▶
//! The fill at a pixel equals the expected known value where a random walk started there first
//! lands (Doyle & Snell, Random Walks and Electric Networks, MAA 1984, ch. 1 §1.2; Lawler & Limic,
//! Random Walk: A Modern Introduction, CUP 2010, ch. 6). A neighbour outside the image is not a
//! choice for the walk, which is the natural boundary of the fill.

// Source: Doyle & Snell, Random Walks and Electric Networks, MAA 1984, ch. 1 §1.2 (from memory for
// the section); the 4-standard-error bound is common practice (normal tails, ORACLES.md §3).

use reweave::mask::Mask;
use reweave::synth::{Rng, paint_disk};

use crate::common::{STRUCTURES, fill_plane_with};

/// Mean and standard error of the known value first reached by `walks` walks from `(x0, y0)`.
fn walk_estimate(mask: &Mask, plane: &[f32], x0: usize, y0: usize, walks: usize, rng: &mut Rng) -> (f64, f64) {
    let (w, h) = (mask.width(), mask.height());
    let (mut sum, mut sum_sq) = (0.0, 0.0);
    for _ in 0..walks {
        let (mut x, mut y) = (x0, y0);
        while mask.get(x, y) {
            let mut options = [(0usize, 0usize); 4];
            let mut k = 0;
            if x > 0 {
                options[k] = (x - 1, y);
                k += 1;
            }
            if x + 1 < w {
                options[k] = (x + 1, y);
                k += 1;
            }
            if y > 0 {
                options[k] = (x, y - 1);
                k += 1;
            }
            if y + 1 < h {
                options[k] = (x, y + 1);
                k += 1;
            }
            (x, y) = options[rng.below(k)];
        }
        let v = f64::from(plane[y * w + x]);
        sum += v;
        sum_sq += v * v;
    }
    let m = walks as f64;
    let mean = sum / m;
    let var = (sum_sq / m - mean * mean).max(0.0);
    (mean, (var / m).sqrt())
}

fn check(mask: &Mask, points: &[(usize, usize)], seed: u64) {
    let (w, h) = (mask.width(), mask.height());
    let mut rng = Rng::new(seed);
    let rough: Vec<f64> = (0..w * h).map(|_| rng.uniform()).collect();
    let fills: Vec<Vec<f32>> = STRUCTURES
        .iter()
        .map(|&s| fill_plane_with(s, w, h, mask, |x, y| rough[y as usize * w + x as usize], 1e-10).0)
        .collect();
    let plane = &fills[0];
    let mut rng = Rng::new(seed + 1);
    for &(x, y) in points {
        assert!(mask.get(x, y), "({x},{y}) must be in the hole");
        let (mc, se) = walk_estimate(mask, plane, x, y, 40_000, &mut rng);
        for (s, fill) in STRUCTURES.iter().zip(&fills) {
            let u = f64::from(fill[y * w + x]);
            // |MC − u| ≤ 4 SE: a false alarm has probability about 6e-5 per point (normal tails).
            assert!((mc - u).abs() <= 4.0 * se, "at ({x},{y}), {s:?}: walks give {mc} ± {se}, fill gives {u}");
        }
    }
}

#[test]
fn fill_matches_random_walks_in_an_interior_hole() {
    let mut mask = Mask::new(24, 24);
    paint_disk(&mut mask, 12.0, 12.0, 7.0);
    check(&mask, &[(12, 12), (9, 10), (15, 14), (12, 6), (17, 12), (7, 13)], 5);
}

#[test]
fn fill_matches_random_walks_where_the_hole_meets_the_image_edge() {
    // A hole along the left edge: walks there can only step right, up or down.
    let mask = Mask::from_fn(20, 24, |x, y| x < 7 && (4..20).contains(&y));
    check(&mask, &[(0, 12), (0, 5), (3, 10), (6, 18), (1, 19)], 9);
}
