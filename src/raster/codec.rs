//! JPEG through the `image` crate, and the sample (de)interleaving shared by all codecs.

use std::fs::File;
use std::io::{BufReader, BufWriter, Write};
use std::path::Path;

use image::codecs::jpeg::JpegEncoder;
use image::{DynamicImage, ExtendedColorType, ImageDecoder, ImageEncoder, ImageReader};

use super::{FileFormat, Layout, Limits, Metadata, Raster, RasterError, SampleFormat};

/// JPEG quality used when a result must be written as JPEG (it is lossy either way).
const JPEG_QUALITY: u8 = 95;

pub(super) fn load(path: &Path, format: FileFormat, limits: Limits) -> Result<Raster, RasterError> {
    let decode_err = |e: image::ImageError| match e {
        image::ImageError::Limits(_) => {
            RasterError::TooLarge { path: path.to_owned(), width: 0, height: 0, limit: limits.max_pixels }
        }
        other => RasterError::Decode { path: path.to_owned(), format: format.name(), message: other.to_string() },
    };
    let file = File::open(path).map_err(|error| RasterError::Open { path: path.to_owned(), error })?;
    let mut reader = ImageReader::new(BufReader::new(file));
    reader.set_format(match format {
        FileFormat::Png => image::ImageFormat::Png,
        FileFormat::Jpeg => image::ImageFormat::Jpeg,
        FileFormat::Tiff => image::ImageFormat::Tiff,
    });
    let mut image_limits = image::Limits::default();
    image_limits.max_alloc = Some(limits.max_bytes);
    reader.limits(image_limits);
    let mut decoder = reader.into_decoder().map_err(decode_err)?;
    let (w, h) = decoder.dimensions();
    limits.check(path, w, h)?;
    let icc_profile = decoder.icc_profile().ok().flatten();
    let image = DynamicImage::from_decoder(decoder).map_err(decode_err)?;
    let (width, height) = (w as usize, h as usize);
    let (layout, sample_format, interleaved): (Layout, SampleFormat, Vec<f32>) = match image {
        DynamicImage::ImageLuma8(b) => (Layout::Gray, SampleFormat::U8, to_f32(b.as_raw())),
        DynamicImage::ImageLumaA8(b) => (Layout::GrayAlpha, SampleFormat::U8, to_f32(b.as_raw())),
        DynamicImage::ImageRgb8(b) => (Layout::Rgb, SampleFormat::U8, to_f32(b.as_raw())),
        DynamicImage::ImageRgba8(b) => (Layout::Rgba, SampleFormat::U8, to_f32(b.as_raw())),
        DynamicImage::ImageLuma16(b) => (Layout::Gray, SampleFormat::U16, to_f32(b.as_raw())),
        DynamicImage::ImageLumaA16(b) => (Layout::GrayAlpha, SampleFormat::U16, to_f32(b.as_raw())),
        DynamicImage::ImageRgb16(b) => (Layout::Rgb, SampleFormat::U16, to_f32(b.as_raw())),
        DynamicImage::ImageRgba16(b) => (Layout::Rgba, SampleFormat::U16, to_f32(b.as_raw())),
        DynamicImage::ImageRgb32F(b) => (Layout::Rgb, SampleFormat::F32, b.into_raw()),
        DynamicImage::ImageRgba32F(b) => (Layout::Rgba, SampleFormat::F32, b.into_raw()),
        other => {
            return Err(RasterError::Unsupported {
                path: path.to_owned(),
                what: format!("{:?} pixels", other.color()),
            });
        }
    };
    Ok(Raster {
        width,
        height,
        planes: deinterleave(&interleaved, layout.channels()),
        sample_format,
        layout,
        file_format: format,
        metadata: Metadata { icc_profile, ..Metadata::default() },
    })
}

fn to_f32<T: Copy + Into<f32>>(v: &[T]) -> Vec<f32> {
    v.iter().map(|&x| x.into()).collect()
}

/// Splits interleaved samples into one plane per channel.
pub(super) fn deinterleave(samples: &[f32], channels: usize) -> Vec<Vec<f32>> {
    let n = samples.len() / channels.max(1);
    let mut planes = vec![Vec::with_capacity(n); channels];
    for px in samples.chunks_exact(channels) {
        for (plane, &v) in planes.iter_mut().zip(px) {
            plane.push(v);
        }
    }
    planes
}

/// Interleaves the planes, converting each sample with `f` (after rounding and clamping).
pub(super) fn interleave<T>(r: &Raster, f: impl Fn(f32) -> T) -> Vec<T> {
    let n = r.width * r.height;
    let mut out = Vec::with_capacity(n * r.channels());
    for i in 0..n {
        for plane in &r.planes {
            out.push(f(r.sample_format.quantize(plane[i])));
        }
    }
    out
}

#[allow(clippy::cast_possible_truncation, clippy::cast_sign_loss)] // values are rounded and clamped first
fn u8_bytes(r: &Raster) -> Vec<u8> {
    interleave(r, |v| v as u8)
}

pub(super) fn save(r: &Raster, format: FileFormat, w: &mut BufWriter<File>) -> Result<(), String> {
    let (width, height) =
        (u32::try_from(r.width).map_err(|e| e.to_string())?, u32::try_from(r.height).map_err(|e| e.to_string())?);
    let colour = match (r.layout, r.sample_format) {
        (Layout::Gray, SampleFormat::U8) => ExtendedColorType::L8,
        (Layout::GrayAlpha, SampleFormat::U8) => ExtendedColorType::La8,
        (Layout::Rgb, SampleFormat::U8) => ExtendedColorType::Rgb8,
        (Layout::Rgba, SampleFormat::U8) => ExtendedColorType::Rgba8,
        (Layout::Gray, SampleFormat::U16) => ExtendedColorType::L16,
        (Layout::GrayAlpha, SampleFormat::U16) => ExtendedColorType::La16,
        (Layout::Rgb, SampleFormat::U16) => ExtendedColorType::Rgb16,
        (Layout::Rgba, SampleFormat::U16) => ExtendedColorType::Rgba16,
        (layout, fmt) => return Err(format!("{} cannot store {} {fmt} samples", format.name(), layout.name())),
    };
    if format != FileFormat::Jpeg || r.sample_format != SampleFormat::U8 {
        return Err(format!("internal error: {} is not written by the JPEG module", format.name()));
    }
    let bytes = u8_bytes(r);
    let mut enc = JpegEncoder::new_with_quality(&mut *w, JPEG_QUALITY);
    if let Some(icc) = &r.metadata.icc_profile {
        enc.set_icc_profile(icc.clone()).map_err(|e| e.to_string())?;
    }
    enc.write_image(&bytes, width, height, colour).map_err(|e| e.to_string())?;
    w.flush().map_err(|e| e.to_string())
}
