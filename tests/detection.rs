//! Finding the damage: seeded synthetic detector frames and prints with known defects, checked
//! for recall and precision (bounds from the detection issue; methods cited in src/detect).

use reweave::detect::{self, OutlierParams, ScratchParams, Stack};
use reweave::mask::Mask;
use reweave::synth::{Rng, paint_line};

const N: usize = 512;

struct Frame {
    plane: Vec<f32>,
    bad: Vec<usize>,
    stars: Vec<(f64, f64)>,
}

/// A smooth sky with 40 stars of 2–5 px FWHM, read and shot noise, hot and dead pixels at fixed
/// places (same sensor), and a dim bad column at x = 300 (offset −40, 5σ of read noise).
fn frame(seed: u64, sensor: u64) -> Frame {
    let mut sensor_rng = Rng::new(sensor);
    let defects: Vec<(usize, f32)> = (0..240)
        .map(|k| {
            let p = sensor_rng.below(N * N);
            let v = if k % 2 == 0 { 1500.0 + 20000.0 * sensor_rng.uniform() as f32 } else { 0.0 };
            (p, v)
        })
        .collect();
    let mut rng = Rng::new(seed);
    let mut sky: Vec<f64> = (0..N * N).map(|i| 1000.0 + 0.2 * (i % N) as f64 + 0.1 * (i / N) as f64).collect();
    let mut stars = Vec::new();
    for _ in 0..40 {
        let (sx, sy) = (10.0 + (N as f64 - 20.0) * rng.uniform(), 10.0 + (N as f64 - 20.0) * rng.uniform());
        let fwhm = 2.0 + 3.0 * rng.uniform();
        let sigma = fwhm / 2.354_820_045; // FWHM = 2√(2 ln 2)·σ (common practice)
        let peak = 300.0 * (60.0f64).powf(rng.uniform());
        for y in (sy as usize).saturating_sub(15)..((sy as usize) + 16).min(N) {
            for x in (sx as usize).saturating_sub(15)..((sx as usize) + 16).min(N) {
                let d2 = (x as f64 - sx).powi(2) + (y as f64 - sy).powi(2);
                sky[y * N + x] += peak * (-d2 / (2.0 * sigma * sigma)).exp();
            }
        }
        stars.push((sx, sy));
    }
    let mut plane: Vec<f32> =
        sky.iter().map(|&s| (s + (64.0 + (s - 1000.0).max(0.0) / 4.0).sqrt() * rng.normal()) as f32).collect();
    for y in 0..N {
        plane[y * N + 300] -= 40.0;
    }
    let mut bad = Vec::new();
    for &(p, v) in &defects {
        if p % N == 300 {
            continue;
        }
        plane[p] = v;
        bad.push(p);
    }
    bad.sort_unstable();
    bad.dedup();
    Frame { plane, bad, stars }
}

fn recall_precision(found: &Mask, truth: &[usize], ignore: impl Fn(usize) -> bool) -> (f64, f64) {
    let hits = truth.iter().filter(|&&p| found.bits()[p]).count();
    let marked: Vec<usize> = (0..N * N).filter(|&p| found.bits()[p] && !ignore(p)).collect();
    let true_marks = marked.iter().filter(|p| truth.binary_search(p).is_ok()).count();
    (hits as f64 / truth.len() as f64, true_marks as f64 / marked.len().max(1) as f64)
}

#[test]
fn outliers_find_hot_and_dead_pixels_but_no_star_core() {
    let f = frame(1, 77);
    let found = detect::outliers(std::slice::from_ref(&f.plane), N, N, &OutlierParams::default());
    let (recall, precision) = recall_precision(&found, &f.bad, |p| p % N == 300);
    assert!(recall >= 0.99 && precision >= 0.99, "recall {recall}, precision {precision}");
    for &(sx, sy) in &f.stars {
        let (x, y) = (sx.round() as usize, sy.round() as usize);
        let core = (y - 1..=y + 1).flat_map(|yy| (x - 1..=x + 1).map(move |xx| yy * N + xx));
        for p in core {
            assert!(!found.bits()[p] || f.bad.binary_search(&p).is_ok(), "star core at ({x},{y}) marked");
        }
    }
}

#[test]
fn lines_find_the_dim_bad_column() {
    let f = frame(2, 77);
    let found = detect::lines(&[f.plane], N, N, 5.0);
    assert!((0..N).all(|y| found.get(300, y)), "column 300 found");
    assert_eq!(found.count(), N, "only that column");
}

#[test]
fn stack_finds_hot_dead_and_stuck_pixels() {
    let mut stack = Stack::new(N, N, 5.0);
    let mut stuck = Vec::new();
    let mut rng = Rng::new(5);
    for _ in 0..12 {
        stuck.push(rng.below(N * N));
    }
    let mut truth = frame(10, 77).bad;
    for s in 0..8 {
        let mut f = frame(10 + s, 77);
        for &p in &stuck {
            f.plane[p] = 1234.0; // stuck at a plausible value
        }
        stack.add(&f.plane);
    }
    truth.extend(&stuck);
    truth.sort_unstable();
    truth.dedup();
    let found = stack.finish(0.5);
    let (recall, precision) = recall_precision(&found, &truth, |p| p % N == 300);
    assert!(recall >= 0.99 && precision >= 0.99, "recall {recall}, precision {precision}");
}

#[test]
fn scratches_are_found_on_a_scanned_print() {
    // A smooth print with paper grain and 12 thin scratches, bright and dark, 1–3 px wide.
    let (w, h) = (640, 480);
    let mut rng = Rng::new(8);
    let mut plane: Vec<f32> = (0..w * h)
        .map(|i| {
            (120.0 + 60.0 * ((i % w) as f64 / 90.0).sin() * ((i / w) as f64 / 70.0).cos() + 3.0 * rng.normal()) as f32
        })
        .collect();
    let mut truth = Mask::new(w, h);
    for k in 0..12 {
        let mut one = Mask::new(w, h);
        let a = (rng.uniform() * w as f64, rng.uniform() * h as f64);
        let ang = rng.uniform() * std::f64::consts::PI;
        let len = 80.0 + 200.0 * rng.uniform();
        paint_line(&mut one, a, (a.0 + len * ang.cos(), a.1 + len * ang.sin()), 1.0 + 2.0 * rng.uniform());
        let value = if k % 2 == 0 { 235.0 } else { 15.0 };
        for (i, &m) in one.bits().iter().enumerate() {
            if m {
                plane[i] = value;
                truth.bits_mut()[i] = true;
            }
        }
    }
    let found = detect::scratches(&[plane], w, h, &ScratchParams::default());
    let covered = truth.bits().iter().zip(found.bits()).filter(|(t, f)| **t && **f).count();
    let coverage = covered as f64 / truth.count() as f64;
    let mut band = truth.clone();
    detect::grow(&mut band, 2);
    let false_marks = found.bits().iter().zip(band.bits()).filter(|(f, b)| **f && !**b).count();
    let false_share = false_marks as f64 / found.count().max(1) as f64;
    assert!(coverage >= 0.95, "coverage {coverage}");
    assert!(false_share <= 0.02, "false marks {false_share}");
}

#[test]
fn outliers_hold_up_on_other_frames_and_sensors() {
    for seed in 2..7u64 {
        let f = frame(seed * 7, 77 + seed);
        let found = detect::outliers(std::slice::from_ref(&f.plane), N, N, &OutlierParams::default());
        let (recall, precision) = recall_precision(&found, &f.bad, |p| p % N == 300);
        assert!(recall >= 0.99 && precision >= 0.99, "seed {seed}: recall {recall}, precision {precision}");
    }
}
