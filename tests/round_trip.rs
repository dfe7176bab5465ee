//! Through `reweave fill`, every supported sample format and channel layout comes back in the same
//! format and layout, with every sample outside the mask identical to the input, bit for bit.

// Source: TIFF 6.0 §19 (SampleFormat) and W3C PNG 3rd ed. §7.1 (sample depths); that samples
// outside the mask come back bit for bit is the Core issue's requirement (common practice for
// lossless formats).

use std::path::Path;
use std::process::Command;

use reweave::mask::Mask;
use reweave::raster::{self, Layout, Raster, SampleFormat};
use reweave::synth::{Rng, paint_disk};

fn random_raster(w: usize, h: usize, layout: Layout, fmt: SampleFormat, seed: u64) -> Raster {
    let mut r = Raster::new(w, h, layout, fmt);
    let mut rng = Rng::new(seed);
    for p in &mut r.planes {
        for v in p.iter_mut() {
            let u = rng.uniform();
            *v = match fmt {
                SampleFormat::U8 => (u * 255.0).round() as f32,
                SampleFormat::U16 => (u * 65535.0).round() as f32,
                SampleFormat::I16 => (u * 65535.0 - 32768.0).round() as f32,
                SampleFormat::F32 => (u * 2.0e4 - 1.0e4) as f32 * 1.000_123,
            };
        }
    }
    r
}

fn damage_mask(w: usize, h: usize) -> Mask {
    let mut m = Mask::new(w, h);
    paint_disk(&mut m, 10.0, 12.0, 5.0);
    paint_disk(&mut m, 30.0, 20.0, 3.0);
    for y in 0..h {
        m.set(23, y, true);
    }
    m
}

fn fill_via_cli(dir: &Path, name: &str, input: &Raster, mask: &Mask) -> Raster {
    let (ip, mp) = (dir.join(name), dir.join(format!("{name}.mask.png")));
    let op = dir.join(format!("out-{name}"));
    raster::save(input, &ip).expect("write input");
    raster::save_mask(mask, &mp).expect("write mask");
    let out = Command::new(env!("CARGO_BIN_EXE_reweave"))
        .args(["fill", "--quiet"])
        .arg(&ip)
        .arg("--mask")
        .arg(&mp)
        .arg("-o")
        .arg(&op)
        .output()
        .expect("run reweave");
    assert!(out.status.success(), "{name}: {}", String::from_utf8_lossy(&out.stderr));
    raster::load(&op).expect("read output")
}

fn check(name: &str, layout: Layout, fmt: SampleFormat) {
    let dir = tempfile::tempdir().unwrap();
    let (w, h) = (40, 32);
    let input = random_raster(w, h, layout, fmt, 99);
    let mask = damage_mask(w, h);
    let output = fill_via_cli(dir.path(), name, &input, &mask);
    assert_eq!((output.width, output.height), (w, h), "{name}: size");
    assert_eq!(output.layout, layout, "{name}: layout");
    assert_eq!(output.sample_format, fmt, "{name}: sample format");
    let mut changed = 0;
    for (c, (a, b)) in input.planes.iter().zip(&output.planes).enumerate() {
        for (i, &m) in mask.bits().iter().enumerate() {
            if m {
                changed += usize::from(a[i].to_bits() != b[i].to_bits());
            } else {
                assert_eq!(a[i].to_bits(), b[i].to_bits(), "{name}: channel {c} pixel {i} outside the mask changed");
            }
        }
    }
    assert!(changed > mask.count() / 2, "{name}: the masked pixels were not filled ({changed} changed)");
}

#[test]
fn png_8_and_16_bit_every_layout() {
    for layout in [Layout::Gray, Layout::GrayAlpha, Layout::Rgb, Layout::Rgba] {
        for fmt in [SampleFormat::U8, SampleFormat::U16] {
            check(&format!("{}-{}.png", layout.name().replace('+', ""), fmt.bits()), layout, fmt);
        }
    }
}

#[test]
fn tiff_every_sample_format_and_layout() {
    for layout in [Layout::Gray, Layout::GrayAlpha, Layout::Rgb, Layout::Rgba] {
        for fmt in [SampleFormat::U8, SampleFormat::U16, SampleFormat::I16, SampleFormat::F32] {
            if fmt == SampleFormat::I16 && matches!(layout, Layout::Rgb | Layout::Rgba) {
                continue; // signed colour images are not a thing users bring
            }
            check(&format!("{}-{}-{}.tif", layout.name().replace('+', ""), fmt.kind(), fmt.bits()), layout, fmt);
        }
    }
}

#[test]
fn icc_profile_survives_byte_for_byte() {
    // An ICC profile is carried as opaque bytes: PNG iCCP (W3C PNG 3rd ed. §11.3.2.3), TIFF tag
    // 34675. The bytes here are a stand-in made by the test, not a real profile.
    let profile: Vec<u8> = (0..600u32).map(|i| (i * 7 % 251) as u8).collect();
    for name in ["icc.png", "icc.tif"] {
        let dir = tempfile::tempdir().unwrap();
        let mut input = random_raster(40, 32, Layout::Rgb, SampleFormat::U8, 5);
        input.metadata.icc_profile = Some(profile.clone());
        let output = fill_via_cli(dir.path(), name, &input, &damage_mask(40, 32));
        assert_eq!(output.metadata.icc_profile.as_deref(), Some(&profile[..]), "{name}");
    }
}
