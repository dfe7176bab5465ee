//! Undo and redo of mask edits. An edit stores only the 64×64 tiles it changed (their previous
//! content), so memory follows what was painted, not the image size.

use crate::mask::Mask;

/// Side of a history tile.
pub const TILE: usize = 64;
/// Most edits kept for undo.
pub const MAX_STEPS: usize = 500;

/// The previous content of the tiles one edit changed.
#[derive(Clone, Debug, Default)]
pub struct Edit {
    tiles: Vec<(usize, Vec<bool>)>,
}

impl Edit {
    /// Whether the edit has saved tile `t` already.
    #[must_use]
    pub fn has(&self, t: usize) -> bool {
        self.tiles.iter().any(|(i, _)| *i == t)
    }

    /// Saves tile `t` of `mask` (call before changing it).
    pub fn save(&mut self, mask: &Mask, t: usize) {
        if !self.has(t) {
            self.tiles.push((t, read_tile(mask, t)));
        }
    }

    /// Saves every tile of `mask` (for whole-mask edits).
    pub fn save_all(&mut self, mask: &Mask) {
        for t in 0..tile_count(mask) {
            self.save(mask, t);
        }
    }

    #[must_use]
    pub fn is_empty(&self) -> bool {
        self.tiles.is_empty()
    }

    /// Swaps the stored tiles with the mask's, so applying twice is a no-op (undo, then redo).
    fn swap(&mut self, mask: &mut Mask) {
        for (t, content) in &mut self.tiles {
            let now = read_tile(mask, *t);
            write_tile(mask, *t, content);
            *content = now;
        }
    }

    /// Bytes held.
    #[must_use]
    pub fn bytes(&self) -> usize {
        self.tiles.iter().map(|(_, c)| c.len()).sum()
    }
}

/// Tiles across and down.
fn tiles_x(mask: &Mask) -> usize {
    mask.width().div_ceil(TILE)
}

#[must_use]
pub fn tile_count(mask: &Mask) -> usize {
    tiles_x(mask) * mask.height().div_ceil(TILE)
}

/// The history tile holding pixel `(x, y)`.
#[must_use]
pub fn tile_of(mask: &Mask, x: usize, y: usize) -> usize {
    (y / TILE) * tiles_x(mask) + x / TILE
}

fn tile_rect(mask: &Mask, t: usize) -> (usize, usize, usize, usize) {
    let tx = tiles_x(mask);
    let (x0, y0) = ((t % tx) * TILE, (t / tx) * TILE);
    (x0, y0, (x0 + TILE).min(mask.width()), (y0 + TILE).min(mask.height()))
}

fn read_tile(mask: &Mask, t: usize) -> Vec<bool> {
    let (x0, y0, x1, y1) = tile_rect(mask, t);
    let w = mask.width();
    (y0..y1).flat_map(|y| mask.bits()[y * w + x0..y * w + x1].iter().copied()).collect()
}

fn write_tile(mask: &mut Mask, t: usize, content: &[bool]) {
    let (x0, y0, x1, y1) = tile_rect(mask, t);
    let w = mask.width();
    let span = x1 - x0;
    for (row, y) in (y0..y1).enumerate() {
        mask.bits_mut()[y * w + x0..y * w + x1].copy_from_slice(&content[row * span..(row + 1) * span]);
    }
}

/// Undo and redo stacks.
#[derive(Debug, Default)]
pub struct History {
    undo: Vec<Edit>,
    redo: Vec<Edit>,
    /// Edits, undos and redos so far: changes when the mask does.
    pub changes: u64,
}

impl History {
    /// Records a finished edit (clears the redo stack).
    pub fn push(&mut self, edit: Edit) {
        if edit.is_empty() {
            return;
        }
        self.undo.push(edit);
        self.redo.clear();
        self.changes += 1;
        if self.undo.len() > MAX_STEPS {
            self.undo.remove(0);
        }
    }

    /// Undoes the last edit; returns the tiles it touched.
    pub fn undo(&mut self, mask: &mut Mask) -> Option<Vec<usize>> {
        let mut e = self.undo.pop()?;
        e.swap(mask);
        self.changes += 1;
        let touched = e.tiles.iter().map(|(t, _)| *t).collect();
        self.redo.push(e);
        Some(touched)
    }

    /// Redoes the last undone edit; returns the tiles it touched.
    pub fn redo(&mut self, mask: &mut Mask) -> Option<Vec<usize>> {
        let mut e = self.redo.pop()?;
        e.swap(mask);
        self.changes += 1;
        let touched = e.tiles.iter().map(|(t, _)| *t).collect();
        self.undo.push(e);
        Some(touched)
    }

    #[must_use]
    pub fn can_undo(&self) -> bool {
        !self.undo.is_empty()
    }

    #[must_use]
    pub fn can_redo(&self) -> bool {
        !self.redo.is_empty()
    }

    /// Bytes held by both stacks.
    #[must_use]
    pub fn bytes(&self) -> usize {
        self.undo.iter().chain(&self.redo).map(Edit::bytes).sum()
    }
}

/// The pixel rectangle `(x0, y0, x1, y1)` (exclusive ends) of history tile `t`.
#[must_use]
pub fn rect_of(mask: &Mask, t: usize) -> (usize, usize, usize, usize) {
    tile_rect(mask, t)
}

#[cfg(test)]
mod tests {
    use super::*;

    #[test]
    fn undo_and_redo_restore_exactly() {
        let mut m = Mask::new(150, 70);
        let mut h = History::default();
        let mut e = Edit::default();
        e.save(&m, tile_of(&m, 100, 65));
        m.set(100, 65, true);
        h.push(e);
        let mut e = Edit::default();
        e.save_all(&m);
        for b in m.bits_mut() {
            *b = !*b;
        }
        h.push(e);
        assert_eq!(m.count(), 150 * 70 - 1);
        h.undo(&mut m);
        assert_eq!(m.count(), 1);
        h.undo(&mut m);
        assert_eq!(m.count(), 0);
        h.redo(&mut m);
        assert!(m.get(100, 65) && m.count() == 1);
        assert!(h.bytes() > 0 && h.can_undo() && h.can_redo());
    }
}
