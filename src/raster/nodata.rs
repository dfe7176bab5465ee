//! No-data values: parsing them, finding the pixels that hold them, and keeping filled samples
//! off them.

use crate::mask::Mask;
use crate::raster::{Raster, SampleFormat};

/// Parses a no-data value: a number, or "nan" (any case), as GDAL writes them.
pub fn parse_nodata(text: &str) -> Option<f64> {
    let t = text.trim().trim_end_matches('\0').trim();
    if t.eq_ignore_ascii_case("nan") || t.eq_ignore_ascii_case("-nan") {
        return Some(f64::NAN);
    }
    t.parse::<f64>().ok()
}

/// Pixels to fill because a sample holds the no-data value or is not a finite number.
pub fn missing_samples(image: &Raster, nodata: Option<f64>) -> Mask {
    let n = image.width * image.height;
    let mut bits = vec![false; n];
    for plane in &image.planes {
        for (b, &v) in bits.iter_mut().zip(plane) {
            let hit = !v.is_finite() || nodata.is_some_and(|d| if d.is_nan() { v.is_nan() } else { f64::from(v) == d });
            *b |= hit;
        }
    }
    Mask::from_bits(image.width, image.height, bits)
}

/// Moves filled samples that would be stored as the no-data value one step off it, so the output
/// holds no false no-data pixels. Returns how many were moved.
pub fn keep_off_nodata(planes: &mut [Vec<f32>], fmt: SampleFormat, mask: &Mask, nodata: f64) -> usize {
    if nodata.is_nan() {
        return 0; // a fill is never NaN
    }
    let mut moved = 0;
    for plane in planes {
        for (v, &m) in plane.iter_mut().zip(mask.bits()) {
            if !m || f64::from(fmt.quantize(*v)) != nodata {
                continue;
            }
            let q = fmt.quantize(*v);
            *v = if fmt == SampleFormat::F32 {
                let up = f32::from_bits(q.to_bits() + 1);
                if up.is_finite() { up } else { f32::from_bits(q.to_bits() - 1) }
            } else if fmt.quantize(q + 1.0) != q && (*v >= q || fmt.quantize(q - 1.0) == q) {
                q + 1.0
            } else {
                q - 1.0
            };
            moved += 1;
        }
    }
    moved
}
◀
> _What needs to be done_
Reproduce, character for character, only the lines of the preceding data that start at the line with "pub fn has(&self, t: usize)" and end at the line with "across and down.", both included.

> _Result of the task_
    pub fn has(&self, t: usize) -> bool {
        self.tiles.iter().any(|(i, _)| *i == t)
    }

    /// Saves tile `t` of `mask` (call before changing it).
    pub fn save(&mut self, mask: &Mask, t: usize) {
        if !self.has(t) {
            self.tiles.push((t, read_tile(mask, t)));
        }
    }

    /// Saves every tile of `mask` (for whole-mask edits).
    pub fn save_all(&mut self, mask: &Mask) {
        for t in 0..tile_count(mask) {
            self.save(mask, t);
        }
    }

    #[must_use]
    pub fn is_empty(&self) -> bool {
        self.tiles.is_empty()
    }

    /// Swaps the stored tiles with the mask's, so applying twice is a no-op (undo, then redo).
    fn swap(&mut self, mask: &mut Mask) {
        for (t, content) in &mut self.tiles {
            let now = read_tile(mask, *t);
            write_tile(mask, *t, content);
            *content = now;
        }
    }

    /// Bytes held.
    #[must_use]
    pub fn bytes(&self) -> usize {
        self.tiles.iter().map(|(_, c)| c.len()).sum()
    }
}

/// Tiles across and down.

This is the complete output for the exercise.